The Berlin-based nose, now 52, started working in fragrance in the early 1990s, and learned about this strange, not-quite-smell straight away. Intrigued, he filled a bottle with it and smuggled the bounty out of the lab where he was working; he asked a friend to spray his neck with it, and then the pair went to a bar. “We’d been there about 10 minutes, standing around like idiots with a glass of beer in our hands, when a woman passed by and stopped, still, right in front of us and asked ‘Who smells so nice here?’” he recalls. Like that woman, Schoen was instantly smitten by Iso E Super.

He kept trying to convince clients to try a fragrance where Iso E Super wasn’t the supporting act, but rather the main ingredient. Geza hoped Diesel would agree; it tapped him to devise an edgy smell during its mid-1990s heyday. No, scoffed the executives there—too bizarre. Still Schoen pursued his crusade, working with scientists to explore how and why Iso E Super was so impactful. Among our senses, smell remains the least understood, but one study showed that when Iso E Super lands on the vomeronasal organs inside our nose, per Geza, it activates one of the five pheromone receptors there. Put another way: It smells like sex.

But it wasn’t until he was working independently at his own firm, Escentric, that he could finally indulge his whim, creating two formulas: Escentric 01, which is 65 percent composed of Iso E Super, and Molecule 1, where it forms the single note (both $135 for 100ml). That was in 2005, and the unisex scents became overnight sellouts. “One guy from America sent me an email saying ‘Hey, you know what? I wanted to thank you. I met my partner through my fragrance and now we’re married and have children,'” Schoen recalls, before noting that another client benefits in more material ways after an evening out. “She’ll be wearing one of my fragrances, and the driver will say ‘Darling, tell me what cologne that is, and you’re getting a free ride.'”

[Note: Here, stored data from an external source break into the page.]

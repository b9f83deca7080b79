"""The split stage alone at scale: cold CPU seconds and peak memory, and a rebuild's cost
per existing source, on audio and text stage manifests generated directly.

The generated manifests have the shape of a 100,000-source build (by default about
245,000 clips, a third of the sources transcribed with one clip each, the others cut
into one to five clips): every column of ``stages/audio.parquet`` present, the
fingerprints included. Fingerprints are invented, with the features that drive the
duplicate search's cost: about 290 sub-fingerprints per clip (6.7 s at 23.2 ms), a
tenth of them 0 (silence), a twentieth drawn from a vocabulary shared across the
corpus (sounds common to many clips), the rest distinct; 1 % of clips copy another
clip's fingerprint a few frames later with 3 % of its bits flipped (a re-encoded copy)
and 0.3 % are byte-identical copies. Transcripts read two or three words of a
128-word vocabulary, so prompts repeat as in a read-speech corpus.

Each measurement reads the manifests as the runner does (``read_manifest``), runs
``pipeline.stages.split.run`` in a fresh process and reads its
peak memory (``bench.memory.peak_rss_mb``) and CPU seconds (user + system; on a shared machine they move far less
than wall time). The rebuild adds ``--extra-share`` new sources to the same manifests
and runs again with the ledger the cold run wrote; its cost per existing source is its
CPU seconds over the sources that were there before (the split stage has no per-file
work of its own for the new ones: their rows are a few microseconds each).

Usage: ``python bench/bench_split.py FOLDER [--sources N]``; the last line printed is
the figures as JSON.
"""

from __future__ import annotations

import argparse
import hashlib
import json
import logging
import resource
import shutil
import subprocess
import sys
import time
from pathlib import Path
from typing import Any

import numpy as np
import pyarrow as pa
import pyarrow.parquet as pq

REPO = Path(__file__).resolve().parent.parent
sys.path.insert(0, str(REPO))

from bench.memory import peak_rss_mb  # noqa: E402

WORDS = 128
FRAMES_PER_S = 5000 / 116  # sub-fingerprints per second (pipeline.signal.fingerprint)
PHONES = ["AA", "AE", "AH", "B", "D", "EH", "F", "G", "IH", "IY", "K", "L", "M", "N", "OW", "P", "R", "S",
          "T", "UW", "V", "W", "Z"]


def _fingerprints(rng: np.random.Generator, frames: np.ndarray) -> list[np.ndarray]:
    """One invented fingerprint per clip (see the module docstring)."""
    shared = rng.integers(1, 2**32, size=500_000, dtype=np.uint32)
    total = int(frames.sum())
    values = rng.integers(1, 2**32, size=total, dtype=np.uint32)
    kind = rng.random(total)
    values[kind < 0.10] = 0
    common = (kind >= 0.10) & (kind < 0.15)
    values[common] = shared[rng.integers(0, shared.size, size=int(common.sum()))]
    bounds = np.r_[0, np.cumsum(frames)]
    return [values[bounds[k]:bounds[k + 1]] for k in range(frames.size)]


def _copy_of(rng: np.random.Generator, fp: np.ndarray) -> np.ndarray:
    """A re-encoded copy: a few frames later, 3 % of the bits flipped."""
    fp = fp[int(rng.integers(0, 4)):].copy()
    flips = rng.random((fp.size, 32)) < 0.03
    fp ^= np.packbits(flips, axis=1, bitorder="little").view("<u4")[:, 0]
    return fp


def make_manifests(folder: Path, *, sources: int, first: int = 0, speakers: int = 500,
                   seed: int = 2027) -> tuple[pa.Table, pa.Table]:
    """Audio and text stage tables for sources ``first .. first + sources - 1``."""
    from pipeline.core.manifest import table_from_columns
    from pipeline.signal.fingerprint import encode_fingerprint

    rng = np.random.default_rng([seed, first])
    words = [f"word{k:03d}" for k in range(WORDS)]
    word_phones = [list(rng.choice(PHONES, size=int(rng.integers(3, 7)))) for _ in range(WORDS)]
    transcribed = (np.arange(first, first + sources) % 3) == 0
    clips_per = np.where(transcribed, 1, rng.integers(1, 6, size=sources))
    n = int(clips_per.sum())
    src = np.repeat(np.arange(first, first + sources), clips_per)
    seg = np.concatenate([np.arange(c) for c in clips_per])
    durations = np.round(rng.uniform(1.5, 12.0, size=n), 3)
    fps = _fingerprints(rng, np.maximum((durations * FRAMES_PER_S).astype(np.int64) - 16, 0))
    shas = [hashlib.sha256(f"{seed}/{s}/{k}".encode()).hexdigest() for s, k in zip(src, seg, strict=True)]
    first_clip = np.r_[0, np.cumsum(clips_per)[:-1]]

    def same_speaker(k: int) -> int:
        """The first clip of another source of clip k's speaker (copies stay with their speaker)."""
        s = int(src[k] - first) % speakers + speakers * int(rng.integers(0, max(1, sources // speakers)))
        return int(first_clip[min(s, sources - 1)])

    for k in rng.choice(n, size=n // 100, replace=False):
        fps[k] = _copy_of(rng, fps[same_speaker(k)])
    for k in rng.choice(n, size=n * 3 // 1000, replace=False):
        other = same_speaker(k)
        fps[k], shas[k], durations[k] = fps[other], shas[other], durations[other]
    spk = [f"spk{s % speakers:03d}" for s in src]
    source_id = [hashlib.sha256(f"{seed}/source/{s}".encode()).hexdigest()[:16] for s in src]
    clip_id = [f"{sid}_{k:03d}" for sid, k in zip(source_id, seg, strict=True)]
    starts = np.round(seg * 13.0, 3)
    audio = table_from_columns("audio", {
        "clip_id": clip_id, "source_id": source_id, "source_path": [f"{p}/{s:06d}.wav" for p, s in zip(spk, src, strict=True)],
        "speaker": spk, "audio_path": [f"audio/{p}/{c}.flac" for p, c in zip(spk, clip_id, strict=True)],
        "audio_sha256": shas, "sample_rate": np.full(n, 16000), "num_samples": np.round(durations * 16000).astype(np.int64),
        "duration_s": durations, "source_start_s": starts, "source_end_s": starts + durations,
        "source_sample_rate": np.full(n, 16000), "upsampled_from": [None] * n, "segment_index": seg,
        "speech_s": np.round(durations * rng.uniform(0.6, 0.95, size=n), 3), "speech_ratio": np.full(n, 0.8),
        "loudness_in_lufs": rng.uniform(-40, -15, size=n), "loudness_lufs": np.full(n, -23.0),
        "gain_db": rng.uniform(-8, 17, size=n), "peak_limited_db": np.where(rng.random(n) < 0.02, 0.5, 0.0),
        "peak_dbfs": rng.uniform(-12, -1, size=n), "clipped_fraction": np.where(rng.random(n) < 0.01, 0.01, 0.0),
        "dc_offset": np.zeros(n), "snr_db": rng.uniform(2, 40, size=n), "bandwidth_hz": rng.uniform(3500, 8000, size=n),
        "fingerprint": [encode_fingerprint(f) for f in fps], "transcribed": np.repeat(transcribed, clips_per),
        "aligned_transcript": [None] * n, "align_confidence": [None] * n,
    })
    texts: dict[str, list[Any]] = {k: [] for k in ("clip_id", "transcript", "norm_text", "words", "phones",
                                                  "word_backends", "oov_words", "language", "transcript_origin")}
    for k in np.flatnonzero(np.repeat(transcribed, clips_per)):
        picks = rng.integers(0, WORDS, size=int(rng.integers(2, 4))).tolist()
        said = [words[p] for p in picks]
        phones: list[str] = []
        for p in picks:
            phones += [*word_phones[p], "|"]
        texts["clip_id"].append(clip_id[k])
        texts["transcript"].append(" ".join(said).capitalize() + ".")
        texts["norm_text"].append(" ".join(said))
        texts["words"].append(said)
        texts["phones"].append(phones[:-1])
        texts["word_backends"].append(["cmudict"] * len(said))
        texts["oov_words"].append([])
        texts["language"].append("en")
        texts["transcript_origin"].append("sidecar")
    return audio, table_from_columns("text", texts)


def prepare(folder: Path, *, sources: int, extra_share: float) -> dict[str, int]:
    """Write base and grown manifests under ``folder`` (kept when already there)."""
    stamp = folder / "manifests.json"
    want = {"sources": sources, "extra_sources": round(sources * extra_share), "generator": 2}
    if stamp.exists() and json.loads(stamp.read_text()) == want:
        return want
    folder.mkdir(parents=True, exist_ok=True)
    audio, text = make_manifests(folder, sources=sources)
    extra_audio, extra_text = make_manifests(folder, sources=want["extra_sources"], first=sources)
    pq.write_table(audio, folder / "audio.parquet")
    pq.write_table(text, folder / "text.parquet")
    pq.write_table(pa.concat_tables([audio, extra_audio]), folder / "audio_grown.parquet")
    pq.write_table(pa.concat_tables([text, extra_text]), folder / "text_grown.parquet")
    stamp.write_text(json.dumps(want))
    return want


def _children_cpu_s() -> float:
    used = resource.getrusage(resource.RUSAGE_CHILDREN)
    return used.ru_utime + used.ru_stime


def _children_peak_mb() -> float:
    """The largest peak resident memory of the processes this one forked and waited for
    (the search's; its pages shared with this process at the fork count in both)."""
    peak = resource.getrusage(resource.RUSAGE_CHILDREN).ru_maxrss
    return peak / (1024 * 1024 if sys.platform == "darwin" else 1024)


def run_once(folder: Path, *, grown: bool, fresh: bool, keep: str = "") -> dict[str, float]:
    """Run the split stage in this process on the folder's manifests; CPU seconds and peak RSS."""
    from pipeline.core.config import build_config
    from pipeline.core.manifest import read_manifest
    from pipeline.core.stage import StageContext
    from pipeline.stages import split

    suffix = "_grown" if grown else ""
    inputs = {name: read_manifest(folder / f"{name}{suffix}.parquet") for name in ("audio", "text")}
    cfg = build_config({"split": {"ledger": str(folder / "out" / "ledger.tsv")}})
    (folder / "out").mkdir(exist_ok=True)
    log = logging.getLogger("bench-split")
    ctx = StageContext(raw=folder / "raw", out=folder / "out", config=cfg, inputs=inputs, workers=1, log=log,
                       options={"fresh": fresh})
    cpu0, wall0, helpers0 = time.process_time(), time.perf_counter(), _children_cpu_s()
    result = split.run(ctx)
    # The stage's near-duplicate search runs in a forked process (pipeline.core.forked):
    # its CPU counts, once the stage has waited for it.
    cpu = time.process_time() - cpu0 + _children_cpu_s() - helpers0
    wall = time.perf_counter() - wall0
    if keep:
        for rel, (_schema, table) in result.manifests.items():
            pq.write_table(table, folder / f"{keep}-{Path(rel).name}")
        shutil.copyfile(folder / "out" / "ledger.tsv", folder / f"{keep}-ledger.tsv")
    return {"cpu_s": round(cpu, 2), "wall_s": round(wall, 2),
            "peak_rss_mb": round(peak_rss_mb(), 1), "helper_peak_rss_mb": round(_children_peak_mb(), 1),
            "clips": inputs["audio"].num_rows}


def measure(folder: Path, *, grown: bool, fresh: bool, keep: str = "") -> dict[str, float]:
    """:func:`run_once` in a fresh Python process (its own peak memory)."""
    args = [sys.executable, __file__, str(folder), "--run", "grown" if grown else "base"]
    args += ["--fresh"] * fresh + (["--keep", keep] if keep else [])
    done = subprocess.run(args, capture_output=True, text=True, check=False)
    if done.returncode:
        raise SystemExit(f"bench_split: the split run failed:\n{done.stderr[-3000:]}")
    return json.loads(done.stdout.strip().splitlines()[-1])


def split_figures(folder: Path, *, sources: int, extra_share: float = 0.01, keep: bool = False) -> dict[str, Any]:
    """Cold run (fresh ledger) and rebuild after ``extra_share`` new sources."""
    facts = prepare(folder, sources=sources, extra_share=extra_share)
    cold = measure(folder, grown=False, fresh=True, keep="cold" if keep else "")
    rebuild = measure(folder, grown=True, fresh=False, keep="rebuild" if keep else "")
    return {**facts, "cold": cold, "rebuild": rebuild,
            "rebuild_us_per_existing_source": round(rebuild["cpu_s"] / sources * 1e6, 1)}


def main() -> int:
    parser = argparse.ArgumentParser(description=__doc__, formatter_class=argparse.RawDescriptionHelpFormatter)
    parser.add_argument("folder", type=Path)
    parser.add_argument("--sources", type=int, default=100_000)
    parser.add_argument("--keep", default="", help=argparse.SUPPRESS)
    parser.add_argument("--run", choices=("base", "grown"), help=argparse.SUPPRESS)
    parser.add_argument("--fresh", action="store_true", help=argparse.SUPPRESS)
    parser.add_argument("--keep-outputs", action="store_true",
                        help="write the subset manifests of each run beside the inputs (to compare code versions)")
    args = parser.parse_args()
    if args.run:
        print(json.dumps(run_once(args.folder, grown=args.run == "grown", fresh=args.fresh, keep=args.keep)))
        return 0
    print(json.dumps(split_figures(args.folder, sources=args.sources, keep=args.keep_outputs)))
    return 0


if __name__ == "__main__":
    sys.exit(main())
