@st.composite
def odd_ledger_texts(draw: st.DrawFn) -> tuple[str, bool]:
    """Ledger text with odd clip ids, and whether every row is well formed; a broken row
    (a field too many or too few, an empty id, a bad source key or state) when not."""
    tails = [("unlabelled", "-", "alder", "-"), ("heldout", "-", "wren", "test"), ("labelled", "1h", "alder", "-")]
    rows = sorted((cid, draw(st.sampled_from(tails))) for cid in draw(st.lists(odd_ids, unique=True, max_size=12)))
    lines = [HEADER, *(f"clip\t{cid}\t" + "\t".join(tail) for cid, tail in rows),
             "group\talder\ttraining\t-", "group\twren\theldout\ttest"]
    lines += [f"source\t{key:010x}\t{state}" for key, state in
              sorted(draw(st.dictionaries(st.integers(0, 2**40 - 1), st.sampled_from(["present", "gone"]),
                                          max_size=6)).items())]
    broken = draw(st.sampled_from(["", "extra field", "missing field", "empty id", "source key", "source state"]))
    at = draw(st.integers(1, len(lines) - 1))
    clip_at = next((k for k, line in enumerate(lines) if line.startswith("clip\t")), None)
    source_at = next((k for k, line in enumerate(lines) if line.startswith("source\t")), None)
    if broken == "extra field":
        lines[at] += "\t-"
    elif broken == "missing field":
        lines[at] = lines[at].rsplit("\t", 1)[0]
    elif broken == "empty id" and clip_at is not None:
        lines[clip_at] = "clip\t\t" + lines[clip_at].split("\t", 2)[2]
    elif broken in ("source key", "source state") and source_at is not None:
        kind, key, state = lines[source_at].split("\t")
        lines[source_at] = "\t".join([kind, key[:9] + "G", state] if broken == "source key" else [kind, key, "lost"])
    else:
        broken = ""
    return "\n".join(lines) + "\n", not broken


def _read(text: str) -> Ledger | str:
    try:
        return parse_ledger(text, source="x.tsv")
    except UsageError as exc:
        return str(exc)


@settings(max_examples=examples(200), deadline=None)
@given(case=odd_ledger_texts())
def test_reading_by_columns_equals_reading_line_by_line_on_odd_rows(case: tuple[str, bool]) -> None:
    # The clip and source rows are read as tab-separated columns (no quoting, no
    # escapes, no nulls): a quote, "NA" or an empty field must read as the line-by-line
    # reading reads it, and a row of another shape must leave the reading to it.
    text, well_formed = case
    parser = _Parser("x.tsv")
    first, _, body = text.partition("\n")
    fast = parser.parse_plain(body, parser.header(first))
    assert (fast is not None) == well_formed
    # CRLF line ends take the line-by-line reading.
    assert _read(text) == _read(text.replace("\n", "\r\n"))
    if fast is not None:
        assert fast == _read(text.replace("\n", "\r\n"))


def test_rows_out_of_kind_order_are_read_line_by_line() -> None:
    body = "group\talder\ttraining\t-\nclip\ta-1\tunlabelled\t-\talder\t-\n"
    parser = _Parser("x.tsv")
    assert parser.parse_plain(body, parser.header(HEADER)) is None
    found = parse_ledger(HEADER + "\n" + body, source="x.tsv")
    assert found.clips == {"a-1": ClipRecord("unlabelled", (), "alder", "")}
    assert found.groups == {"alder": "training"}


@pytest.mark.parametrize(("body", "line", "expected"), [
    ("", 1, "expected the header line"),
    ("# some other file\n", 1, "expected the header line"),
    (HEADER.replace("\tseed=7", "") + "\n", 1, "seed=VALUE"),
    (HEADER.replace("\tparts=dev:50%,test:50%", "") + "\n", 1, "parts=VALUE"),
    (HEADER.replace("budgets=10m,1h", "budgets=ten") + "\n", 1, "comma-separated durations"),
    (HEADER + "\ngroup\talder\ttraining\n", 2, "'group<TAB>id<TAB>side<TAB>part'"),
    (HEADER + "\ngroup\talder\tleft\t-\n", 2, "a side: heldout or training"),
    (HEADER + "\ngroup\talder\ttraining\t-\ngroup\talder\theldout\ttest\n", 3, "each group id once"),
    (HEADER + "\ngroup\talder\ttraining\ttest\n", 2, "only held-out rows have parts"),
    (HEADER + "\ngroup\talder\theldout\tTest\n", 2, "a part name"),
    (HEADER + "\nspeaker\talder\ttraining\n", 2, "a row starting with 'clip', 'group' or 'source'"),
    (HEADER + "\nclip\ta-1\tlabelled\t10m,1h\talder\n", 2, "6 tab-separated fields"),
    (HEADER + "\nclip\ta-1\ttrain\t-\talder\t-\ngroup\talder\ttraining\t-\n", 2, "labelled, unlabelled or heldout"),
    (HEADER + "\nclip\ta-1\tlabelled\t-\talder\t-\ngroup\talder\ttraining\t-\n", 2, "the tiers of a labelled clip"),
    (HEADER + "\nclip\ta-1\tunlabelled\t1h\talder\t-\ngroup\talder\ttraining\t-\n", 2,
     "only labelled clips have tiers"),
    (HEADER + "\nclip\ta-1\tlabelled\t10m\talder\t-\ngroup\talder\ttraining\t-\n", 2, "as tiers are nested"),
    (HEADER + "\nclip\ta-1\tlabelled\t1h,10m\talder\t-\ngroup\talder\ttraining\t-\n", 2, "as tiers are nested"),
    (HEADER + "\nclip\ta-1\tunlabelled\t-\talder\tdev\ngroup\talder\ttraining\t-\n", 2,
     "only held-out rows have parts"),
    (HEADER + "\nclip\ta-1\theldout\t-\twren\tdev\ngroup\talder\ttraining\t-\n", 2, "its own 'group' row"),
    (HEADER + "\nclip\ta-1\theldout\t-\talder\tdev\nclip\ta-1\theldout\t-\talder\tdev\n"
     "group\talder\theldout\tdev\n", 3, "each clip id once"),
    # A version 1 ledger keeps its own row shapes.
    (HEADER_V1 + "\ngroup\talder\ttraining\t-\n", 2, "'group<TAB>id<TAB>side' (3 tab-separated fields)"),
])
def test_malformed_ledger_names_file_line_and_expectation(tmp_path: Path, body: str, line: int, expected: str) -> None:
    # Source: RULES.md / README.md message style: file, line, what was found and what was expected.
    path = tmp_path / "corpus.ledger.tsv"
    path.write_text(body, encoding="utf-8")
    with pytest.raises(UsageError) as info:
        read_ledger(path)
    message = str(info.value)
    assert message.startswith(f"{path}: line {line}: found ")
    assert expected in message
    assert "--fresh" in message


def test_read_ledger_missing_crlf_and_bad_bytes(tmp_path: Path) -> None:
    # Source: UTF-8 (RFC 3629): 0xE9 alone is not a valid UTF-8 sequence.
    assert read_ledger(tmp_path / "none.tsv") is None
    path = tmp_path / "l.tsv"
    path.write_bytes((HEADER + "\r\n\r\ngroup\talder\ttraining\t-\r\n").encode())
    assert read_ledger(path).groups == {"alder": "training"}
    path.write_bytes((HEADER + "\ngroup\tal\xe9der\ttraining\t-\n").encode("latin-1"))
    with pytest.raises(UsageError, match=r"line 2: found bytes that are not UTF-8"):
        read_ledger(path)


# ---------------------------------------------------------------------------------------
# Where the ledger lives
# ---------------------------------------------------------------------------------------

def test_location_rules(tmp_path: Path) -> None:
    # Source: the split.ledger description in schemas/config.schema.json and README.md (never inside RAW).
    raw, out = tmp_path / "raw", tmp_path / "out"
    raw.mkdir()
    # Beside the config when its folder holds RAW or OUT (the corpus project) ...
    conf = tmp_path / "field.toml"
    cfg = build_config({}, source=str(conf), base_dir=str(conf.parent))
    assert locate_ledger(cfg, raw=raw, out=out) == (tmp_path / "field.ledger.tsv", "beside the config file")
    assert locate_ledger(cfg, raw=tmp_path.parent / "elsewhere", out=out)[1] == "beside the config file"
    # ... else in OUT: a shared config must not give one corpus's ledger to another.
    conf = tmp_path / "conf" / "field.toml"
    cfg = build_config({}, source=str(conf), base_dir=str(conf.parent))
    path, why = locate_ledger(cfg, raw=raw, out=out)
    assert path == out / "ledger.tsv" and "holds neither RAW nor OUT" in why
    assert locate_ledger(build_config({}, source="<defaults>"), raw=raw, out=out)[0] == out / "ledger.tsv"
    assert locate_ledger(build_config({}), raw=raw, out=out)[0] == out / "ledger.tsv"
    inside = raw / "corpus.toml"
    cfg = build_config({}, source=str(inside), base_dir=str(raw))
    path, why = locate_ledger(cfg, raw=raw, out=out)
    assert path == out / "ledger.tsv" and "inside RAW" in why
    cfg = build_config({"split": {"ledger": "../kept/split.tsv"}}, source=str(inside), base_dir=str(raw))
    # Absolute and normalised: a worker in another folder would read the same file.
    assert locate_ledger(cfg, raw=raw, out=out)[0] == tmp_path / "kept" / "split.tsv"
    cfg = build_config({"split": {"ledger": "sub/split.tsv"}}, source=str(inside), base_dir=str(raw))
    with pytest.raises(UsageError, match=r"key 'split.ledger' has value 'sub/split.tsv'.*inside RAW"):
        locate_ledger(cfg, raw=raw, out=out)


def small_corpus(speakers: int = 4, clips: int = 6) -> Corpus:
    corpus = Corpus()
    for spk in SPEAKERS[:speakers]:
        for k in range(clips):
            corpus.add(spk, 3.0 + k)
    return corpus


def test_stage_never_writes_inside_raw(tmp_path: Path, caplog: pytest.LogCaptureFixture) -> None:
    # Source: README.md, "RAW is only ever read"; the tree is hashed with hashlib before and after.
    raw = tmp_path / "raw"
    (raw / "alder").mkdir(parents=True)
    (raw / "alder" / "a.txt").write_text("a line\n", encoding="utf-8")
    config = raw / "corpus.toml"
    config.write_text("seed = 7\n", encoding="utf-8")
    before = tree_hash(raw)
    caplog.set_level(logging.INFO)
    result = split.run(make_ctx(tmp_path, small_corpus(), {"split": {"labelled_budgets": ["20s"]}}, source=str(config)))
    assert tree_hash(raw) == before
    ledger = read_ledger(tmp_path / "out" / "ledger.tsv")
    assert set(ledger.clips) == set(all_rows(result))
    assert result.summary["ledger"]["path"] == "ledger.tsv"  # inside OUT: given from OUT
    assert any("inside RAW" in r.getMessage() for r in caplog.records)
    with pytest.raises(UsageError, match="inside RAW"):
        split.run(make_ctx(tmp_path, small_corpus(), {"split": {"ledger": "l.tsv"}}, source=str(config)))
    assert tree_hash(raw) == before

This spring, he’s introducing three new products to the Escentric range under the Molecule+ or M+ banner. Each formula contains between 68 percent and 75 percent Iso E Super, but each has a single fragrance note: mandarin, iris or patchouli (all $145 for 100ml). It was his partner Sophie who sparked the project, asking him to make a scent for her based on her favorite note, iris. Schoen cooked up a quick batch and, sure enough, Sophie was stopped on the street to ask its name. “It smells modern, and transparent and sexy,” he explains.

Iris is commonly used as a heart note in fragrance, one that forms the core of any smell. Schoen decided to find two other single scents to pair with Iso E Super: one among the fresh, fast-evaporating top notes and another from the deep, lingering base notes. After trial and error, he landed on mandarin and patchouli, respectively. Though they’re intended to be unisex, Schoen says men are usually drawn to wear the latter two. He’s already prepping a second collection for M+, launching next spring, and tinkering to find a third—he’s tried vanilla, but it didn’t mesh well (too sweet and sticky). So he’s still testing candidates, ones that will complement rather than overwhelm his pet ingredient. “It has something mesmerizing about it, that acts on our subconscious,” he says. Absolutely super.